The map shows that the southern tip and the northeast section of Brooklyn have the highest rates of poverty in the borough. Much of the southeastern and the northwestern census tracts seem to have the lowest levels of poverty. These observations are a good first start in analyzing the distribution of poverty across Brooklyn, and, if we only wanted to conduct a descriptive study, we could perhaps end here. Our goal, however, is to explore the relationship between college education and poverty rates. To do this, we need to connect a census tract’s rate of poverty with its rate of college education. A logical next step is to map the proportion of a census tract’s residents that graduated college. The map, and the code to produce the map, is below:

## Bachelor's Degree Map
m2 <- brook_shape %>%
  ggplot(aes(fill=bach_rate)) +
  geom_sf(color="white", lwd=.1) +
  scale_fill_gradient(guide="colorbar", na.value="white") + 
  theme_void() +
  scale_fill_gradient2(midpoint = mean(brook_shape$bach_rate)) +
  labs(title="Percent Bachelor's Degree in Brooklyn",
       fill=NULL, caption = "Data Source: 2012 ACS")
m2

Mapping the proportion of Brooklyn residents with a bachelor’s degree in each census tract shows that the northwest part of Brooklyn is highly educated, and there are some clustered census tracts of high bachelor’s degree attainment throughout the city. The majority of the census tracts in Brooklyn, however, have below the average rate of college educated residents.

Now that we have our maps, we can display them side-by-side using library(patchwork) to try and draw informal inferences from the distributions of poverty rates and bachelor’s degree holders.

## Presenting Maps side-by-side
library(patchwork)
m1 + m2

We can see that the areas with high levels of poverty appear to have lower rates of residents holding bachelor’s degrees. For example, the northwest cluster of high college education rate census tracts is also a cluster of low poverty rate census tracts. The eastern cluster of low, the lowest consistent cluster in the borough, college degree attainment census tracts is also a cluster of high poverty census tracts. Looking at these maps, there does seem to be a pattern between low education and high poverty areas. This is generally supportive of the notion that higher levels of education lead to poverty reduction, but we would want a more formal hypothesis test before drawing any firm conclusions. This visual analysis would also only be able to identity a correlation, at best, without employing the more rigorous techniques of causal inference. There further appears to be clusters of poverty and clusters of higher educated census tracts evident in the maps which indicate some degree of spatial autocorrelation, but we cannot be sure without a formal test.

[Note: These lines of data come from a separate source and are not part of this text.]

def test_timewise_reads_like_partwise(our_piece_paths, tmp_path, musicxml_schema):
    import lxml.etree as LET

    from takescribe.reference.part import _timewise_to_partwise

    xml, _ = our_piece_paths
    timewise = _partwise_to_timewise(xml.read_bytes())
    schema = musicxml_schema
    # the MusicXML 4.0 schema accepts the hand-made timewise file and our partwise rewrite of it
    assert schema.validate(LET.fromstring(timewise)), schema.error_log.last_error
    import xml.etree.ElementTree as ET

    rewritten = _timewise_to_partwise(ET.fromstring(timewise))  # the stdlib tree defusedxml hands over
    assert schema.validate(LET.fromstring(rewritten.encode("utf-8"))), schema.error_log.last_error
    path = tmp_path / "timewise.musicxml"
    path.write_bytes(timewise)
    a, b = load_reference(xml), load_reference(path)
    assert a.notes == b.notes and a.tempo_map == b.tempo_map


# --------------------------------------------------------------------------
# damaged files found by tests/benchmarks/fuzz_readers.py: each is a ScoreError naming the file
# --------------------------------------------------------------------------
_TINY_PART = (b'<?xml version="1.0" encoding="UTF-8"?><score-partwise version="4.0"><part-list>'
              b'<score-part id="P1"><part-name>Flute</part-name></score-part></part-list><part id="P1">'
              b'<measure number="1"><attributes><divisions>1</divisions><time><beats>3</beats>'
              b'<beat-type>4</beat-type></time></attributes><note><pitch><step>G</step><octave>4</octave>'
              b'</pitch><duration>3</duration><type>half</type><dot/></note></measure></part></score-partwise>')


def _tiny_mxl(compression=zipfile.ZIP_DEFLATED) -> bytearray:
    import io

    buffer = io.BytesIO()
    with zipfile.ZipFile(buffer, "w", compression=compression) as zf:
        zf.writestr("score.musicxml", _TINY_PART)
    return bytearray(buffer.getvalue())


def _headers(data: bytearray) -> tuple[int, int]:
    # ZIP APPNOTE (PKWARE .ZIP File Format Specification) 4.3.7 and 4.3.12: the local file header
    # starts "PK\x03\x04", the central directory header "PK\x01\x02"
    return data.find(b"PK\x03\x04"), data.find(b"PK\x01\x02")


def test_tiny_mxl_reads(tmp_path):
    path = tmp_path / "tiny.mxl"
    path.write_bytes(bytes(_tiny_mxl()))
    assert [n.pitch for n in load_reference(path).notes] == [67]  # G4 = MIDI 67 (ISO 16 A4 = 69)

From these maps, we cannot infer a causal effect, prediction, or any rigorous parameter estimate. Any observation based conclusion will be purely conjecture. While this visualization may be important for presenting results in the our final report or helping to understand how variables are distributed across space, our treatment on spatial regression will provide researchers with the necessary tools to take geospatial analysis one step further and estimate causal effects and predictions based on spatial relationships. While visualizing spatial data in the form of maps is one of the benefits of working with geospatial data, the richness of the data can be further utilized in more advanced statistical techniques.

In sum, there are two main reasons to learn spatial regression tools: (1) to be able to move beyond mapping variables to estimating complex spatial relationships and (2) to know how to create spatial models that purge spatial autocorrelation from the error term.